Non è quindi materia semplice e nemmeno si può fingere di poter valutare il singolo fatto senza incastonarlo nell’enorme quadro che abbraccia il biennio più buio della recente storia della Repubblica. Tra il 1992 e il 1993 infatti non solo sono esplose le bombe di Capaci e via D’Amelio e poi “in continente”, ma sono mutati radicalmente gli equilibri politici del nostro Paese e Cosa Nostra ha gettato le basi per risorgere dopo un’apparente disfatta. E tutti questi eventi dopo anni e anni di faticosa ricostruzione sembrano essere più collegati di quanto si creda.

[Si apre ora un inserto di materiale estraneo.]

fn text_item(at: Point, text: Text<'_>) -> TextItem {
    let width = text_width(text.content, text.size);
    let (up, down) = (ascent(text.size), descent(text.size));
    let start = match text.anchor {
        Anchor::Start => 0.0,
        Anchor::Middle => -width / 2.0,
        Anchor::End => -width,
    };
    let bounds = if text.rotation.abs() < 1e-9 {
        BoxRect {
            x: at.x + start,
            y: at.y - up,
            width,
            height: up + down,
        }
    } else {
        // the four corners, rotated about the anchor
        let angle = text.rotation.to_radians();
        let (sin, cos) = angle.sin_cos();
        let corners = [
            (start, -up),
            (start + width, -up),
            (start, down),
            (start + width, down),
        ];
        let rotated: Vec<(f64, f64)> = corners
            .iter()
            .map(|(x, y)| (at.x + x * cos - y * sin, at.y + x * sin + y * cos))
            .collect();
        let min_x = rotated.iter().map(|p| p.0).fold(f64::INFINITY, f64::min);
        let max_x = rotated
            .iter()
            .map(|p| p.0)
            .fold(f64::NEG_INFINITY, f64::max);
        let min_y = rotated.iter().map(|p| p.1).fold(f64::INFINITY, f64::min);
        let max_y = rotated
            .iter()
            .map(|p| p.1)
            .fold(f64::NEG_INFINITY, f64::max);
        BoxRect {
            x: min_x,
            y: min_y,
            width: max_x - min_x,
            height: max_y - min_y,
        }
    };
    TextItem {
        at,
        content: text.content.to_string(),
        size: text.size,
        anchor: text.anchor,
        rotation: text.rotation,
        colour: text.colour.to_string(),
        bounds,
    }
}

fn text_node(item: TextItem) -> Node {
    Node::Primitive(Primitive {
        paint: Paint::fill(&item.colour),
        shape: Shape::Text(item),
        label: None,
        mark: None,
    })
}

fn plain(shape: Shape, paint: Paint) -> Node {
    Node::Primitive(Primitive {
        shape,
        paint,
        label: None,
        mark: None,
    })
}

/// How the x-axis labels are set.
#[derive(Clone, Copy, Debug, PartialEq)]
enum XLabelSetting {
    Level,
    /// Turned to read upward (−90°), for many or long category labels.
    Upright,
}

/// A target tick count for an axis of `length` pixels (common practice: a label per 70 px
/// across, per 45 px down).
fn target_ticks(length: f64, across: bool) -> usize {
    let per = if across { 70.0 } else { 45.0 };
    ((length / per).round() as usize).clamp(2, 10)
}

fn max_label_width(ticks: &[(Option<f64>, f64, String)], size: f64) -> f64 {
    ticks
        .iter()
        .map(|(_, _, label)| text_width(label, size))
        .fold(0.0, f64::max)
}
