//! The machine-readable results (`solve --format json`) and the terminal tables.
//! The JSON keys listed in the job-format design are a contract outside checks read.

use serde::Serialize;
use serde_json::{json, Map, Value};
use std::fmt::Write;

use crate::analysis::options::{Chosen, OptionFindings, Recommendation};
use crate::analysis::pair::SetFindings;
use crate::analysis::{Findings, Outcome};
use crate::model::{Job, Scenario};
use crate::units::trim_number;

pub const VERSION: &str = env!("CARGO_PKG_VERSION");

fn round(v: f64, places: i32) -> f64 {
    let m = 10f64.powi(places);
    (v * m).round() / m
}

fn to_value<T: Serialize>(t: &T) -> Value {
    serde_json::to_value(t).unwrap_or(Value::Null)
}

/// The full results as JSON. Curves are rounded to 4 decimals (0.0001 dB, 0.0001 degree),
/// well inside the engine's agreement with its references.
pub fn json(job: &Job, f: &Findings) -> Value {
    let mut scenarios = Map::new();
    for s in &f.scenes {
        let mut drivers = Map::new();
        let phases = s.phases_deg(&f.freqs);
        for (i, d) in s.network.drivers.iter().enumerate() {
            let mut entry = json!({
                "db": s.db[i].iter().map(|v| round(*v, 4)).collect::<Vec<_>>(),
                "phase_deg": phases[i].iter().map(|v| round(*v, 4)).collect::<Vec<_>>(),
            });
            // SPL at 1 m for 2.83 V of EMF, where the job gives the driver's sensitivity or
            // response (`spl_source` says which).
            if let (Some(spl), Some((_, source))) = (&s.spl[i], crate::analysis::levels::acoustic_offset(d, &[])) {
                entry["spl_db"] = json!(spl.iter().map(|v| round(*v, 4)).collect::<Vec<_>>());
                entry["spl_source"] = json!(source);
            }
            drivers.insert(d.name.clone(), entry);
        }
        let (ohm, ph): (Vec<f64>, Vec<f64>) = s.z.iter().map(|z| (round(z.norm(), 4), round(crate::engine::wrap_deg(z.arg().to_degrees()), 4))).unzip();
        scenarios.insert(s.scenario.key().into(), json!({ "drivers": drivers, "impedance": { "ohm": ohm, "phase_deg": ph } }));
    }
    let mut load = Map::new();
    for (s, l) in Scenario::ALL.iter().zip(&f.loads) {
        load.insert(s.key().into(), to_value(l));
    }
    let stress: Vec<Value> = f.stress.rows.iter().map(to_value).collect();
    let mut out = json!({
        "voicekeep": VERSION,
        "job": { "number": job.info.number, "date": job.info.date },
        "frequencies_hz": f.freqs.iter().map(|v| round(*v, 6)).collect::<Vec<_>>(),
        "scenarios": scenarios,
        "levels": f.levels.iter().map(to_value).collect::<Vec<_>>(),
        "compensation": f.compensation.fits.iter().filter(|c| c.fitted_ohm.is_finite() && c.exact_ohm.is_finite()).map(to_value).collect::<Vec<_>>(),
        "compensation_open": f.compensation.fits.iter().filter(|c| !c.fitted_ohm.is_finite() || !c.exact_ohm.is_finite()).map(|c| json!({
            "part": c.part, "driver": c.driver, "band_hz": c.band_hz, "residual_db": c.residual_db, "worst_db": c.worst_db,
            "reason": format!("a shunt across {} is best left out (open): any value from {} down takes the level further from the reference", c.driver, crate::units::ohm(crate::analysis::compensate::LARGEST_SHUNT_OHM)),
        })).collect::<Vec<_>>(),
        "alternatives": f.compensation.alternatives.iter().map(to_value).collect::<Vec<_>>(),
        "warnings": f.compensation.warnings.iter().map(to_value).collect::<Vec<_>>(),
        "crossovers": f.crossovers.iter().map(to_value).collect::<Vec<_>>(),
        "corners": f.corners.iter().map(to_value).collect::<Vec<_>>(),
        "stress": stress,
        "driver_power": f.stress.drivers.iter().map(to_value).collect::<Vec<_>>(),
        "drive": {
            "e_rms_v": f.stress.e_rms, "amplifier": f.stress.amplifier,
            "programme": f.stress.programme, "programme_text": f.stress.programme_text,
            "programme_e_rms_v": f.stress.programme_e_rms, "programme_w": f.stress.programme_w,
            "basis": f.stress.basis,
            "grid_hz": { "from": f.grid.freqs.first(), "to": f.grid.freqs.last(), "points": f.grid.freqs.len() },
        },
        "load": load,
        "rated_impedance_basis": job.rated_impedance_basis(),
        "health": f.health.iter().map(to_value).collect::<Vec<_>>(),
        "power_range": to_value(&f.power),
    });
    if !f.confirmation.is_empty() {
        let mut m = Map::new();
        for c in &f.confirmation {
            m.insert(c.scenario.key().into(), to_value(c));
        }
        out["confirmation"] = Value::Object(m);
    }
    match &f.diagnosis {
        Some(Ok(d)) => out["diagnosis"] = to_value(d),
        Some(Err(e)) => out["diagnosis"] = json!({ "error": e }),
        None => {}
    }
    parts_json(&mut out, &f.parts);
    options_json(&mut out, &f.options, &f.recommended, &f.chosen);
    if !f.substitutes.is_empty() {
        out["substitutes"] = json!(f.substitutes.iter().map(to_value).collect::<Vec<_>>());
    }
    if let Some(t) = &f.tolerance {
        out["tolerance"] = json!({ "runs": t.runs, "seed": t.seed, "distribution": t.distribution, "levels": t.levels, "ranking": t.ranking });
    }
    if let Some(a) = &f.acoustic {
        let mut m = Map::new();
        for (s, v) in Scenario::ALL.iter().zip(a) {
            m.insert(s.key().into(), json!(v.iter().map(|x| round(*x, 4)).collect::<Vec<_>>()));
        }
        out["acoustic_sum_db"] = Value::Object(m);
    }
    out
}

/// One option's results from one cabinet's findings.
fn option_findings_json(g: &Findings) -> Value {
    json!({
        "levels": g.levels.iter().map(to_value).collect::<Vec<_>>(),
        "crossovers": g.crossovers.iter().map(to_value).collect::<Vec<_>>(),
        "load": to_value(&g.loads.as_left),
        "stress": g.stress.rows.iter().filter(|r| r.scenario == Scenario::AsLeft).map(to_value).collect::<Vec<_>>(),
        "driver_power": g.stress.drivers.iter().filter(|r| r.scenario == Scenario::AsLeft).map(to_value).collect::<Vec<_>>(),
        "compensation": g.compensation.fits.iter().map(to_value).collect::<Vec<_>>(),
        "warnings": g.compensation.warnings.iter().map(to_value).collect::<Vec<_>>(),
        "substitutes": g.substitutes.iter().map(to_value).collect::<Vec<_>>(),
    })
}

/// `options.<name>`, `option_order`, `recommended` and `chosen`. An option of a pair or set
/// holds its first cabinet's results at its top, as the job's results do, with
/// `cabinets.<name>` and `pair_match`; its parts are the whole job's.
fn options_json(out: &mut Value, list: &[OptionFindings], recommended: &Option<Recommendation>, chosen: &Option<Chosen>) {
    if list.is_empty() {
        return;
    }
    let mut options = Map::new();
    for o in list {
        let mut v = option_findings_json(&o.findings);
        v["say"] = json!(o.say);
        v["score_db"] = json!(o.score_db);
        v["verdicts_ok"] = json!(o.verdicts_ok);
        v["over"] = json!(o.over);
        v["to_check"] = json!(o.to_check);
        v["labour_hours"] = json!(o.labour_hours);
        v["labour"] = to_value(&o.labour);
        v["total"] = to_value(&o.total);
        if let Some(set) = &o.set {
            let mut cabinets = Map::new();
            for c in &set.cabinets {
                cabinets.insert(c.name.clone(), option_findings_json(&c.findings));
            }
            v["cabinet"] = json!(set.cabinets.first().map(|c| c.name.clone()));
            v["cabinets"] = Value::Object(cabinets);
            v["pair_match"] = json!(set.matching.iter().map(to_value).collect::<Vec<_>>());
        }
        parts_json(&mut v, &o.parts);
        options.insert(o.name.clone(), v);
    }
    out["options"] = Value::Object(options);
    out["option_order"] = json!(list.iter().map(|o| o.name.clone()).collect::<Vec<_>>());
    out["recommended"] = to_value(recommended);
    if let Some(c) = chosen {
        out["chosen"] = to_value(c);
    }
}

/// The parts to buy: `parts[]`, with `currency` and `parts_total` when a price list priced them.
fn parts_json(out: &mut Value, p: &crate::analysis::bom::PartsList) {
    out["parts"] = to_value(&p.lines);
    if let Some(t) = p.total {
        out["parts_total"] = json!(t);
        out["currency"] = json!(p.currency);
        out["parts_unpriced"] = json!(p.unpriced);
    }
}

/// The parts list as text lines for the terminal.
pub fn parts_text(s: &mut String, p: &crate::analysis::bom::PartsList) {
    if p.lines.is_empty() {
        return;
    }
    let _ = writeln!(s);
    let _ = writeln!(s, "PARTS TO BUY (the work done)");
    for l in &p.lines {
        let what = [Some(l.value.clone()), l.type_text.clone(), l.rating.clone(), l.tolerance.clone(), l.series.clone()].into_iter().flatten().collect::<Vec<_>>().join(", ");
        let price = match (l.unit_price, l.price) {
            (Some(u), Some(t)) => format!("  {u} each, {t}"),
            _ => String::new(),
        };
        let _ = writeln!(s, "  {:>3} x {:<9} {what} ({}){price}", l.quantity, l.kind, l.parts.join(", "));
        if l.price.is_none() {
            if let Some(why) = &l.stock {
                let _ = writeln!(s, "        {why}");
            }
        }
    }
    if let (Some(t), Some(c)) = (p.total, &p.currency) {
        let _ = writeln!(s, "  total {t} {c}{}", if p.unpriced > 0 { format!(" for the priced lines; {} not priced", p.unpriced) } else { String::new() });
    }
}

/// The results of a job of one cabinet or several.
pub fn json_outcome(job: &Job, o: &Outcome) -> Value {
    match o {
        Outcome::One(f) => json(job, f),
        Outcome::Set(set) => set_json(set),
    }
}

/// A pair's or set's results: `cabinets.<name>` holds what a one-cabinet job's top level
/// holds; the top level repeats the first cabinet's results (named in `cabinet`), so a
/// reader of one-cabinet results reads a pair's too, and adds the match.
pub fn set_json(set: &SetFindings) -> Value {
    let mut cabinets = Map::new();
    for c in &set.cabinets {
        cabinets.insert(c.name.clone(), json(&c.job, &c.findings));
    }
    let first = set.cabinets.first();
    let mut out = first.map(|c| json(&c.job, &c.findings)).unwrap_or_else(|| json!({}));
    out["cabinet"] = json!(first.map(|c| c.name.clone()));
    out["cabinets"] = Value::Object(cabinets);
    out["pair_tolerance_db"] = json!(set.tolerance_db);
    out["pair_match"] = json!(set.matching.iter().map(to_value).collect::<Vec<_>>());
    out["pair_compensation"] = json!(set.compensation.iter().map(to_value).collect::<Vec<_>>());
    // The parts for the whole job, every cabinet's, at the top.
    parts_json(&mut out, &set.parts);
    options_json(&mut out, &set.options, &set.recommended, &set.chosen);
    out
}

/// The terminal tables of a job of one cabinet or several.
pub fn text_outcome(job: &Job, o: &Outcome) -> String {
    match o {
        Outcome::One(f) => text(job, f),
        Outcome::Set(set) => set_text(job, set),
    }
}

fn set_text(job: &Job, set: &SetFindings) -> String {
    let mut s = String::new();
    let names: Vec<&str> = set.cabinets.iter().map(|c| c.name.as_str()).collect();
    let _ = writeln!(s, "voicekeep {VERSION} - job {} ({}), {}: {} cabinets ({})", job.info.number, job.info.date, job.info.speaker_description, names.len(), names.join(", "));
    let _ = writeln!(s);
    pair_text(&mut s, set);
    let mut parts = String::new();
    parts_text(&mut parts, &set.parts);
    s.push_str(&parts.replacen("PARTS TO BUY (the work done)", "PARTS TO BUY (the work done, every cabinet)", 1));
    options_text(&mut s, &set.options, &set.recommended, set.parts.currency.as_ref());
    if let Some(c) = &set.chosen {
        let _ = writeln!(s, "  {}", c.sentence);
    }
    let _ = writeln!(s);
    for c in &set.cabinets {
        let _ = writeln!(s, "==== CABINET {} ====", c.name);
        let body = text(&c.job, &c.findings);
        // The job's heading line was said once above.
        s.push_str(body.split_once('\n').map(|(_, rest)| rest).unwrap_or(""));
        let _ = writeln!(s);
    }
    s
}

Non sorprende affatto perciò che le domande poste dal Pubblico Ministero, rappresentato in aula dai procuratore aggiunto Antonio Ingroia e dal sostituto Nino Di Matteo, a Giovanni Brusca si siano concentrate in modo particolare sulla cosiddetta “trattativa”, il dialogo avvenuto tra mafia e stato a cavallo delle stragi in cui morirono i due giudici simbolo della lotta alla mafia.
Giovanni Brusca collabora con la giustizia dal 1996. Si decise a “saltare il fosso” quando sentì dire da Salvatore Cancemi, altro collaboratore, che Riina, l’uomo che ammirava e serviva più di suo padre stesso, voleva ucciderlo.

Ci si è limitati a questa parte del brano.